EXERCISE AIM: Check each line of the records for "behind"; collect those that have it.

****************************************

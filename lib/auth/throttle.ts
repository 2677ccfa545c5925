/**
 * Sign-in throttle, kept in the database so every app server sharing it counts the same failures.
 * Per client address: more than {@link MAX_CLIENT_FAILURES} failures in the window and that address
 * must wait. Per account: after {@link FREE_FAILURES} failures the account is slowed, not shut out —
 * one attempt per delay that doubles with each further failure up to {@link MAX_ACCOUNT_DELAY_MS},
 * so nobody can lock the owner out, and guessing stays slow. A password reset clears the account.
 */
import { Op } from 'sequelize';
import { SignInFailure } from '@/models';
import { db } from '@/lib/db/connection';

export const WINDOW_MS = 15 * 60 * 1000;
/** Failures per client address within the window before that address must wait. */
export const MAX_CLIENT_FAILURES = 20;
/** Failures per account within the window before attempts are spaced out. */
export const FREE_FAILURES = 5;
/** First delay between attempts once an account is slowed, and the most it grows to. */
export const FIRST_ACCOUNT_DELAY_MS = 2000;
export const MAX_ACCOUNT_DELAY_MS = 60_000;

export function normaliseAccount(email: string): string {
  return email.trim().toLowerCase().slice(0, 254);
}

/** The client key stored beside a failure (an address, cut to the column's length). */
export function normaliseClient(client: string | null | undefined): string {
  return (client || 'unknown').trim().slice(0, 100) || 'unknown';
}

/** Seconds to wait before the next attempt, with the reason; null when an attempt may go ahead. */
export type ThrottleVerdict = { waitMs: number; scope: 'client' | 'account' } | null;

/** Whether a sign-in for `email` from `client` must wait, and how long. */
export async function signInVerdict(email: string, client: string | null | undefined, now = Date.now()): Promise<ThrottleVerdict> {
  await db();
  const since = new Date(now - WINDOW_MS);
  const fromClient = await SignInFailure.findAll({
    where: { client: normaliseClient(client), createdAt: { [Op.gte]: since } },
    order: [['createdAt', 'ASC']],
    attributes: ['createdAt'],
    limit: MAX_CLIENT_FAILURES,
  });
  if (fromClient.length >= MAX_CLIENT_FAILURES) {
    // The address may try again when its oldest counted failure leaves the window.
    return { waitMs: Math.max(1000, fromClient[0].createdAt.getTime() + WINDOW_MS - now), scope: 'client' };
  }
  const forAccount = await SignInFailure.count({ where: { account: normaliseAccount(email), createdAt: { [Op.gte]: since } } });
  if (forAccount < FREE_FAILURES) return null;
  const last = await SignInFailure.findOne({ where: { account: normaliseAccount(email) }, order: [['createdAt', 'DESC']], attributes: ['createdAt'] });
  const delay = accountDelayMs(forAccount);
  const wait = (last ? last.createdAt.getTime() : 0) + delay - now;
  return wait > 0 ? { waitMs: wait, scope: 'account' } : null;
}

/** Delay between attempts on an account with `failures` recent failures (0 below the free allowance). */
export function accountDelayMs(failures: number): number {
  if (failures < FREE_FAILURES) return 0;
  return Math.min(MAX_ACCOUNT_DELAY_MS, FIRST_ACCOUNT_DELAY_MS * 2 ** (failures - FREE_FAILURES));
}

export async function recordFailure(email: string, client?: string | null): Promise<void> {
  await db();
  await SignInFailure.create({ account: normaliseAccount(email), client: normaliseClient(client) });
}

/** Forgets an account's failures (after a password reset or a successful sign-in). */
export async function clearFailures(email: string): Promise<void> {
  await db();
  await SignInFailure.destroy({ where: { account: normaliseAccount(email) } });
}

/** Drops failures older than the window (called now and then so the table stays small). */
export async function pruneFailures(now = Date.now()): Promise<void> {
  await db();
  await SignInFailure.destroy({ where: { createdAt: { [Op.lt]: new Date(now - WINDOW_MS) } } });
}
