/**
 * Sizes no bridge reaches, checked on the raw JSON before any schema or engine work (the data
 * contract's "Refused as impossible" list), and the nesting depth any request body may have.
 * Pure: no I/O, no next/*, usable inside the compute worker.
 */

/** The contract's limits (bridge-format.md, "Refused as impossible for a bridge deck"). */
export const DESCRIPTION_LIMITS = {
  points_per_span: 200,
  chord_spaces: 200,
  alignment_elements: 10_000,
  bents: 200,
  girders: 40,
  top_of_girder: 50_000,
  deflection_values: 201,
} as const;

/**
 * Longest girder name, characters: the one limit everywhere a girder is named (descriptions, field
 * checks, surveyed tops; the field_checks.girder column holds 60).
 */
export const GIRDER_NAME_MAX = 60;

/** Deepest nesting of arrays and objects a request body may have (a description needs 4). */
export const MAX_JSON_DEPTH = 32;

export type SizeProblem = { path: string; message: string };

const len = (v: unknown) => (Array.isArray(v) ? v.length : 0);

/** Every size over the contract's limits, each naming its limit. Empty when none is over. */
export function descriptionSizeProblems(json: unknown): SizeProblem[] {
  if (!json || typeof json !== 'object' || Array.isArray(json)) return [];
  const d = json as Record<string, unknown>;
  const L = DESCRIPTION_LIMITS;
  const out: SizeProblem[] = [];
  const over = (path: string, n: number, limit: number, what: string) => {
    if (n > limit) out.push({ path, message: `${what} is ${n}; the limit is ${limit} (no bridge needs more).` });
  };
  if (typeof d.points_per_span === 'number') over('points_per_span', d.points_per_span, L.points_per_span, 'points_per_span');
  if (typeof d.chord_spaces === 'number') over('chord_spaces', d.chord_spaces, L.chord_spaces, 'chord_spaces');
  const alignment = d.alignment as Record<string, unknown> | undefined;
  over('alignment.elements', len(alignment && typeof alignment === 'object' ? alignment.elements : undefined), L.alignment_elements, 'The number of alignment elements');
  over('bents', len(d.bents), L.bents, 'The number of bents');
  over('girders', len(d.girders), L.girders, 'The number of girders');
  over('top_of_girder', len(d.top_of_girder), L.top_of_girder, 'The number of surveyed girder tops');
  if (Array.isArray(d.girders)) {
    d.girders.forEach((g, i) => {
      const name = g && typeof g === 'object' ? (g as Record<string, unknown>).name : undefined;
      if (typeof name === 'string' && name.length > GIRDER_NAME_MAX) {
        out.push({ path: `girders.${i}.name`, message: `Girder ${i + 1}'s name is ${name.length} characters; the limit is ${GIRDER_NAME_MAX}.` });
      }
    });
  }
  if (Array.isArray(d.deflections)) {
    d.deflections.forEach((entry, i) => {
      const values = entry && typeof entry === 'object' ? (entry as Record<string, unknown>).values : undefined;
      over(`deflections.${i}.values`, len(values), L.deflection_values, `Deflection table ${i + 1}'s number of values`);
    });
  }
  return out;
}

/** True when arrays and objects in `value` nest deeper than `limit` (checked without recursion). */
export function nestedDeeperThan(value: unknown, limit = MAX_JSON_DEPTH): boolean {
  const stack: [unknown, number][] = [[value, 1]];
  while (stack.length) {
    const [node, depth] = stack.pop()!;
    if (!node || typeof node !== 'object') continue;
    if (depth > limit) return true;
    for (const child of Array.isArray(node) ? node : Object.values(node)) {
      if (child && typeof child === 'object') stack.push([child, depth + 1]);
    }
  }
  return false;
}
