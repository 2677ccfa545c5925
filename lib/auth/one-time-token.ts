/**
 * One-time links sent by e-mail (an invite to choose a first password, a password reset). The token
 * is 32 random bytes (base64url, 43 characters) and only its SHA-256 is stored, so a copy of the
 * database opens no account. A link works once: using it is a conditional update (`used_at IS NULL
 * AND expires_at > now`) that exactly one request can win, on SQLite and PostgreSQL alike.
 */
import crypto from 'node:crypto';
import { Op, type Transaction } from 'sequelize';
import { OneTimeToken, type TokenPurpose } from '@/models';

/** How long an invite link works: 24 hours. */
export const INVITE_TTL_MS = 24 * 60 * 60 * 1000;
/** How long a password-reset link works: 1 hour (common practice for reset links). */
export const RESET_TTL_MS = 60 * 60 * 1000;

export const TOKEN_TTL_MS: Record<TokenPurpose, number> = { invite: INVITE_TTL_MS, reset: RESET_TTL_MS };

/** The shape of a token as this module makes it: 43 base64url characters. */
export const TOKEN_PATTERN = /^[A-Za-z0-9_-]{43}$/;

/** SHA-256 of the token, lower-case hex: the only form in which a token is stored. */
export function hashToken(token: string): string {
  return crypto.createHash('sha256').update(token, 'utf8').digest('hex');
}

/**
 * Makes a new link for the user and ends every earlier unused link of the same purpose (a re-sent
 * invite or a second reset request leaves only the newest working). Returns the token itself, which
 * goes into the e-mail and nowhere else.
 */
export async function issueToken(userId: number, purpose: TokenPurpose, transaction: Transaction, now = Date.now()): Promise<{ token: string; expiresAt: Date }> {
  await revokeTokens(userId, purpose, transaction, now);
  const token = crypto.randomBytes(32).toString('base64url');
  const expiresAt = new Date(now + TOKEN_TTL_MS[purpose]);
  await OneTimeToken.create({ purpose, userId, tokenHash: hashToken(token), expiresAt }, { transaction });
  return { token, expiresAt };
}

/** Marks every unused link of the user (of one purpose, or all) as used, so none of them works any more. */
export async function revokeTokens(userId: number, purpose: TokenPurpose | null, transaction?: Transaction, now = Date.now()): Promise<void> {
  await OneTimeToken.update({ usedAt: new Date(now) }, { where: { userId, usedAt: null, ...(purpose ? { purpose } : {}) }, transaction });
}

/** The unused, unexpired link for this token and purpose, or null (malformed, unknown, used or expired). */
export async function findLiveToken(purpose: TokenPurpose, token: string, now = Date.now(), transaction?: Transaction): Promise<OneTimeToken | null> {
  if (!TOKEN_PATTERN.test(token)) return null;
  return OneTimeToken.findOne({ where: { tokenHash: hashToken(token), purpose, usedAt: null, expiresAt: { [Op.gt]: new Date(now) } }, transaction });
}

/**
 * Uses the link: marks it used if, and only if, it is still unused and unexpired. Returns the user id
 * when this call won, null otherwise (a second use, a race lost to another request, an expired link).
 */
export async function consumeToken(purpose: TokenPurpose, token: string, transaction: Transaction, now = Date.now()): Promise<number | null> {
  const row = await findLiveToken(purpose, token, now, transaction);
  if (!row) return null;
  const [changed] = await OneTimeToken.update({ usedAt: new Date(now) }, { where: { id: row.id, usedAt: null, expiresAt: { [Op.gt]: new Date(now) } }, transaction });
  return changed === 1 ? row.userId : null;
}
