import { bcryptCompare, bcryptHash } from './password-worker';

const COST = 10;

/** How many password hashes this process has compared (the sign-in tests check unknown addresses cost one too). */
export const passwordChecks = { count: 0 };

/** A bcrypt hash (cost 10) of a new password, made in the password worker. */
export function hashPassword(password: string): Promise<string> {
  return bcryptHash(password, COST);
}

/** Whether a password matches a stored bcrypt hash, compared in the password worker. */
export function verifyPassword(password: string, hash: string): Promise<boolean> {
  passwordChecks.count += 1;
  return bcryptCompare(password, hash);
}
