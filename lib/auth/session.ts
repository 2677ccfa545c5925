import { getToken } from 'next-auth/jwt';
import type { NextRequest } from 'next/server';
import { servedOverHttps } from '@/lib/api/origin';
import { isRole, type Role } from './roles';
import { authSecret } from './secret';
import { loadAccount, touchLastSeen, type Account } from './accounts';

export type SessionUser = { id: number; email: string; name: string; role: Role };

/** Longest a session lives after signing in, whatever happens (12 hours). */
export const SESSION_MAX_MS = 12 * 60 * 60 * 1000;

/** A session unused this long ends (SESSION_IDLE_MINUTES, 120 by default). */
export function idleTimeoutMs(): number {
  const minutes = Number(process.env.SESSION_IDLE_MINUTES);
  return (Number.isFinite(minutes) && minutes > 0 ? minutes : 120) * 60 * 1000;
}

/** What a session token carries that the server checks on every request. */
export type SessionClaims = { uid: number; sv: number; auth: number };

/** The claims of a decoded token, or null when any is missing (tokens issued before versions). */
export function claimsOf(token: Record<string, unknown> | null | undefined): SessionClaims | null {
  const uid = Number(token?.uid);
  const sv = token?.sv;
  const auth = token?.auth;
  if (!Number.isInteger(uid) || typeof sv !== 'number' || typeof auth !== 'number') return null;
  return { uid, sv, auth };
}

/**
 * The user behind verified claims, or null when the session has ended: the account is gone, disabled
 * or removed; its session version moved on (sign-out, password, role change); the session is older
 * than 12 hours; or neither it nor the account was used within the idle timeout.
 */
export async function userForClaims(claims: SessionClaims | null, now = Date.now()): Promise<SessionUser | null> {
  if (!claims) return null;
  if (now - claims.auth > SESSION_MAX_MS || claims.auth > now + 60_000) return null;
  const account = await loadAccount(claims.uid);
  if (!account || account.disabled || account.removed || account.sessionVersion !== claims.sv || !isRole(account.role)) return null;
  const lastActive = Math.max(account.lastSeenAt ?? 0, claims.auth);
  if (now - lastActive > idleTimeoutMs()) return null;
  touchLastSeen(account, now);
  return publicOf(account);
}

function publicOf(a: Account): SessionUser {
  return { id: a.id, email: a.email, name: a.name, role: a.role as Role };
}

/** The session cookie next-auth reads for this request: the __Secure- one only when served over https. */
export function sessionCookieName(headers: { get(name: string): string | null }): string {
  return servedOverHttps(headers) ? '__Secure-next-auth.session-token' : 'next-auth.session-token';
}

/**
 * The signed-in user behind a request, read from the session cookie and then from the database, so a
 * changed role, a sign-out elsewhere or a removed account takes effect at once. Null when not signed in.
 */
export async function sessionUserFromRequest(req: NextRequest): Promise<SessionUser | null> {
  const secureCookie = servedOverHttps(req.headers);
  const cookieName = sessionCookieName(req.headers);
  // The cache is keyed on exactly the cookie getToken verifies, never on another cookie beside it.
  const raw = req.cookies.get(cookieName)?.value;
  const seen = raw ? verifiedTokens.get(raw) : undefined;
  if (seen && seen.expiresAt > Date.now()) return userForClaims(seen.claims);
  const token = await getToken({ req, secret: authSecret(), secureCookie, cookieName });
  const claims = claimsOf(token);
  if (!claims) return null;
  if (raw && typeof token?.exp === 'number') {
    if (verifiedTokens.size > 1000) verifiedTokens.clear();
    verifiedTokens.set(raw, { claims, expiresAt: token.exp * 1000 });
  }
  return userForClaims(claims);
}

/**
 * Session cookies already decrypted and verified, by their exact text, until they expire. Decrypting
 * the token costs more than the rest of a small request; the text itself is the proof, so an exact
 * match needs no second decryption (the account checks above still run every time).
 */
const verifiedTokens = new Map<string, { claims: SessionClaims; expiresAt: number }>();

export { forgetSessionUser, endSessions } from './accounts';
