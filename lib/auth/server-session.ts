/**
 * Server-side session helpers for pages and layouts (never imported by client components). The
 * user is read back from the database so a changed role or a removed account shows at once.
 */
import 'server-only';
import { getServerSession } from 'next-auth';
import { redirect } from 'next/navigation';
import { authOptions } from '@/lib/auth/options';
import { loadSessionUser, type SessionUser } from '@/lib/auth/session';

/** The signed-in user, or null when there is no session or its account is gone. */
export async function currentUser(): Promise<SessionUser | null> {
  const session = await getServerSession(authOptions());
  const id = Number((session?.user as { id?: unknown } | undefined)?.id);
  if (!session || !Number.isInteger(id)) return null;
  return loadSessionUser(id);
}

/**
 * The signed-in user; when there is none, sends the browser to the sign-in page, which brings it
 * back to `returnTo` (this page's own path) afterwards, so a bookmarked or e-mailed link survives.
 */
export async function requireUser(returnTo?: string): Promise<SessionUser> {
  const user = await currentUser();
  if (!user) redirect(returnTo ? `/signin?callbackUrl=${encodeURIComponent(returnTo)}` : '/signin');
  return user;
}
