/** The four roles. Writes need the named role (admin may do everything); reads need any sign-in. */
export const ROLES = ['admin', 'engineer', 'inspector', 'crew'] as const;
export type Role = (typeof ROLES)[number];

export const ROLE_LABELS: Record<Role, string> = {
  admin: 'Administrator',
  engineer: 'Engineer',
  inspector: 'Inspector',
  crew: 'Crew (read only)',
};

/** True when a user holding `role` may do what `allowed` lists; admin passes every check. */
export function roleAllows(role: Role, allowed: readonly Role[]): boolean {
  return role === 'admin' || allowed.includes(role);
}

export function isRole(value: unknown): value is Role {
  return typeof value === 'string' && (ROLES as readonly string[]).includes(value);
}
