/**
 * The sign-in throttle's per-client limit needs an address the client cannot choose. Next.js only
 * fills X-Forwarded-For from the socket when the request has none, so a client talking to the app
 * directly could name any address it likes and never be slowed. Unless TRUST_PROXY=1 (the app sits
 * behind a reverse proxy that sets the header), this hook replaces whatever X-Forwarded-For a request
 * carries with the address of the connection itself, before Next.js sees the request. Installed once
 * per server process from instrumentation.ts.
 */
import http from 'node:http';
import { trustProxy } from '@/lib/api/origin';

const INSTALLED = Symbol.for('chordline.peerAddressHook');

type Emit = (this: http.Server, event: string | symbol, ...args: unknown[]) => boolean;

/**
 * Makes every HTTP server of this process set X-Forwarded-For to the connection's own address on each
 * request unless the proxy is trusted. Safe to call more than once.
 */
export function installPeerAddressHook(proto: { emit: Emit } & Record<symbol, unknown> = http.Server.prototype as unknown as { emit: Emit } & Record<symbol, unknown>): void {
  if (proto[INSTALLED]) return;
  proto[INSTALLED] = true;
  const original = proto.emit;
  proto.emit = function (this: http.Server, event: string | symbol, ...args: unknown[]): boolean {
    if (event === 'request' && !trustProxy()) {
      const req = args[0] as http.IncomingMessage;
      const peer = req.socket?.remoteAddress;
      if (peer) req.headers['x-forwarded-for'] = peer;
      else delete req.headers['x-forwarded-for'];
    }
    return original.call(this, event, ...args);
  };
}
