import { NextResponse, type NextRequest } from 'next/server';
import { isLocked, WINDOW_MS } from './throttle';

/**
 * A 429 answer when a credentials sign-in targets an account locked by repeated failures; null
 * otherwise. The `url` field lets next-auth's client report the error code "locked".
 */
export async function lockedResponse(req: NextRequest): Promise<NextResponse | null> {
  if (req.method !== 'POST' || !req.nextUrl.pathname.endsWith('/callback/credentials')) return null;
  let email = '';
  try {
    const form = await req.clone().formData();
    email = String(form.get('email') ?? '');
  } catch {
    return null;
  }
  if (!email || !(await isLocked(email))) return null;
  const minutes = Math.round(WINDOW_MS / 60000);
  const url = new URL('/signin?error=locked', req.nextUrl.origin).toString();
  return NextResponse.json(
    { error: `Too many failed sign-ins for this account. Wait ${minutes} minutes and try again, or ask an administrator to reset the password.`, url },
    { status: 429, headers: { 'Retry-After': String(WINDOW_MS / 1000) } },
  );
}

****************************************

RESPONSE BELOW:
 * The user behind verified claims, or null when the session has ended: the account is gone, disabled
 * The signed-in user behind a request, read from the session cookie and then from the database, so a
 * behind a reverse proxy that sets the header), this hook replaces whatever X-Forwarded-For a request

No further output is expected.